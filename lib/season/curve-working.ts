/**
 * Steps of the working where a coefficient is not simply the table's: canopies, wettings of the soil, tall tables, observed cover, mulch.
 */
import { quantity } from '../base/working.ts';
import { canopyBasal, densityCoefficient, fullCoverBasal, fullCoverBasalInClimate } from '../crop/canopy.ts';
import { climateTerm } from '../crop/climate-adjustment.ts';
import { BARE_SOIL_COEFFICIENT } from '../crop/cover.ts';
import { mulchEvaporationShare } from '../crop/mulch.ts';
import { type InitialStage, wettingInterval } from '../crop/single-coefficient.ts';
import { tallRatio } from '../crop/surface-coefficient.ts';
import type { CycleCurve, StageClimate } from './cycle-curve.ts';
import type { PlantedCycles } from './stage-days.ts';
import type { DatedValues, Mulch, WorkingStep } from './types.ts';

type Quantities = WorkingStep['inputs'];

/** Kcb mid of a canopy, equation by equation (FAO-56 Eq. 98–100). */
export function canopySteps({ canopy, climates, coefficients, table }: CycleCurve): WorkingStep[] {
  if (canopy === null) return [];
  const term = standard(climates.mid);
  const ground = canopy.groundBasal ?? BARE_SOIL_COEFFICIENT;
  const full = fullCoverBasalInClimate(canopy.height, term);
  const density = densityCoefficient(canopy.cover, canopy.height);
  const step = (symbol: string, name: string, expression: string, inputs: Quantities, result: number, source: string): WorkingStep => {
    return { part: 'coefficient', symbol, name, expression, inputs, result, unit: '1', source };
  };
  const height = quantity('h', canopy.height, 'm');
  return [
    step(
      'Kcb full',
      'Kcb of full cover in the climate of the mid season',
      'Kcb full = min(1.2, 1 + 0.1 h) + [0.04 (u2 − 2) − 0.004 (RHmin − 45)] (h/3)^0.3',
      [height, quantity('Kcb,h', fullCoverBasal(canopy.height), '1'), quantity('climate term', term, '1')],
      full,
      'FAO-56 Eq. 99 and 100 (recalled)',
    ),
    step(
      'Kd',
      'Density of the canopy',
      'Kd = min(1, 2 fc, fc^(1 / (1 + h)))',
      [quantity('fc', canopy.cover, '1'), height],
      density,
      'FAO-56 Eq. 98 (recalled)',
    ),
    step(
      'Kcb mid',
      'Basal coefficient of the canopy, mid season',
      'Kcb mid = Kcb ground + Kd max(Fr Kcb full − Kcb ground, (Fr Kcb full − Kcb ground) / 2)',
      [
        quantity('Kcb ground', ground, '1'),
        quantity('Fr', canopy.stomatalFactor, '1'),
        quantity('Kcb full', full, '1'),
        quantity('Kd', density, '1'),
      ],
      coefficients.mid,
      'FAO-56 Eq. 98 and 102, Allen & Pereira (2009) (recalled); Fr as given, or fitted to the table value of a mature stand',
    ),
    step(
      'Kcb end',
      'Basal coefficient of the canopy, end of the season',
      'Kcb end = max(Kcb ground, Kcb of the canopy in the climate of the late stage × Kcb end,table / Kcb mid,table)',
      [
        quantity('Kcb of the canopy, late climate', canopyBasal(canopy, standard(climates.late)), '1'),
        quantity('Kcb end,table', table.end, '1'),
        quantity('Kcb mid,table', table.mid, '1'),
      ],
      coefficients.end,
      'proportion of the table, choice of the product',
    ),
  ];
}

function standard({ windSpeed2m, humidityMinimum }: StageClimate): number {
  const term = climateTerm(windSpeed2m, humidityMinimum);
  return Number.isNaN(term) ? 0 : term;
}

/** Kc ini from the wettings of the initial stage. */
export function initialSteps({ initialStage, coefficients }: CycleCurve): WorkingStep[] {
  if (initialStage === null) return [];
  return wettingSteps(initialStage, coefficients.initial, { symbol: 'Kc ini', name: 'Single coefficient of the initial stage' });
}

/** A Kc from how often the soil is wetted. */
export function wettingSteps(stage: InitialStage, result: number, { symbol, name }: { symbol: string; name: string }): WorkingStep[] {
  const { days, referenceEt, rain, irrigation, wettedFraction, texture } = stage;
  const events = rain.count + irrigation.count;
  const interval = wettingInterval(days, events);
  return [
    {
      part: 'coefficient',
      symbol: 'tw',
      name: 'Mean interval between wettings',
      expression: `tw = L / (n + 0.5); n: ${rain.count} of rain, ${Number(irrigation.count.toFixed(1))} of irrigation as the rule is expected to give it`,
      inputs: [quantity('L', days, 'd'), quantity('n', events, '1')],
      result: interval,
      unit: 'd',
      source: 'FAO-56 Annex 7, Eq. 7-7',
    },
    {
      part: 'coefficient',
      symbol,
      name: `${name}, ${texture} soil`,
      expression: `${symbol} by Annex 7 for tw, ETo and the mean infiltrated depth, between its light (10 mm) and heavy (40 mm) forms; times the mean wetted fraction, less what a mulch keeps back`,
      inputs: [
        quantity('tw', interval, 'd'),
        quantity('ETo', referenceEt, 'mm'),
        quantity('rain of the events', rain.depth, 'mm'),
        quantity('irrigation of the stage', irrigation.depth, 'mm'),
        quantity('fw', wettedFraction, '1'),
      ],
      result,
      unit: '1',
      source: 'FAO-56 Annex 7 and Eq. 59–61',
    },
  ];
}

/** Ratio of tall to short reference ET of a day. */
export function ratioStep(climate: number, basal: number): WorkingStep {
  const ratio = tallRatio(climate);
  return {
    part: 'coefficient',
    symbol: 'K',
    name: 'Tall over short reference ET of the day: the crop’s table is on the tall surface',
    expression: 'K = 1.2 + [0.04 (u2 − 2) − 0.004 (RHmin − 45)] (0.5/3)^0.3; Kcb short = K Kcb tall',
    inputs: [quantity('climate term', climate, '1'), quantity('Kcb on short reference ET', basal, '1')],
    result: ratio,
    unit: '1',
    source: 'FAO-56 Eq. 67 and 68',
  };
}

/** Where the Kcb of a day is from when images saw the parcel; null when none fell within the planting. */
export function observedStep(
  observed: DatedValues | undefined,
  { cycles }: PlantedCycles,
  { day, basal }: { readonly day: number; readonly basal: number },
): WorkingStep | null {
  if (!observed || cycles.length === 0) return null;
  const within = observed.days
    .map((at, k) => ({ at, value: observed.values[k] }))
    .filter(({ at }) => at >= cycles[0].start && at < cycles[cycles.length - 1].end);
  if (within.length === 0) return null;
  const before = within.filter(({ at }) => at <= day).at(-1);
  const after = within.find(({ at }) => at >= day);
  const between = before && after;
  return {
    part: 'coefficient',
    symbol: 'Kcb',
    name: 'Basal coefficient from observed cover',
    expression: between
      ? 'linear between the observations before and after the day'
      : 'calendar’s curve, moved by the difference on the nearest observation, which fades to nothing at the planting or the harvest',
    inputs: [
      ...(before ? [quantity(`Kcb observed, ${day - before.at} d before`, before.value, '1')] : []),
      ...(after ? [quantity(`Kcb observed, ${after.at - day} d after`, after.value, '1')] : []),
    ],
    result: basal,
    unit: '1',
    source: 'observed cover: Allen & Pereira (2009) (recalled); linear between images is common practice, no source',
  };
}

/** What a mulch leaves of evaporation. */
export function mulchStep(mulch: Mulch): WorkingStep {
  return {
    part: 'surface',
    symbol: 'fm',
    name: `Share of evaporation left by ${mulch.kind} mulch`,
    expression: mulch.kind === 'plastic' ? 'fm = 1 − cover; Ke × fm' : 'fm = 1 − 0.5 cover; Ke × fm',
    inputs: [quantity('cover', mulch.cover, '1')],
    result: mulchEvaporationShare(mulch),
    unit: '1',
    source: 'FAO-56 chapter 10 (recalled)',
  };
}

§ **EXERCISE INSTRUCTIONS**: Please write out only the lines from the one containing "const within = observed.days" to the end of the records above, exactly, both ends included.

§ **ANSWER AREA**:
  const within = observed.days
    .map((at, k) => ({ at, value: observed.values[k] }))
    .filter(({ at }) => at >= cycles[0].start && at < cycles[cycles.length - 1].end);
  if (within.length === 0) return null;
  const before = within.filter(({ at }) => at <= day).at(-1);
  const after = within.find(({ at }) => at >= day);
  const between = before && after;
  return {
    part: 'coefficient',
    symbol: 'Kcb',
    name: 'Basal coefficient from observed cover',
    expression: between
      ? 'linear between the observations before and after the day'
      : 'calendar’s curve, moved by the difference on the nearest observation, which fades to nothing at the planting or the harvest',
    inputs: [
      ...(before ? [quantity(`Kcb observed, ${day - before.at} d before`, before.value, '1')] : []),
      ...(after ? [quantity(`Kcb observed, ${after.at - day} d after`, after.value, '1')] : []),
    ],
    result: basal,
    unit: '1',
    source: 'observed cover: Allen & Pereira (2009) (recalled); linear between images is common practice, no source',
  };
}

/** What a mulch leaves of evaporation. */
export function mulchStep(mulch: Mulch): WorkingStep {
  return {
    part: 'surface',
    symbol: 'fm',
    name: `Share of evaporation left by ${mulch.kind} mulch`,
    expression: mulch.kind === 'plastic' ? 'fm = 1 − cover; Ke × fm' : 'fm = 1 − 0.5 cover; Ke × fm',
    inputs: [quantity('cover', mulch.cover, '1')],
    result: mulchEvaporationShare(mulch),
    unit: '1',
    source: 'FAO-56 chapter 10 (recalled)',
  };
}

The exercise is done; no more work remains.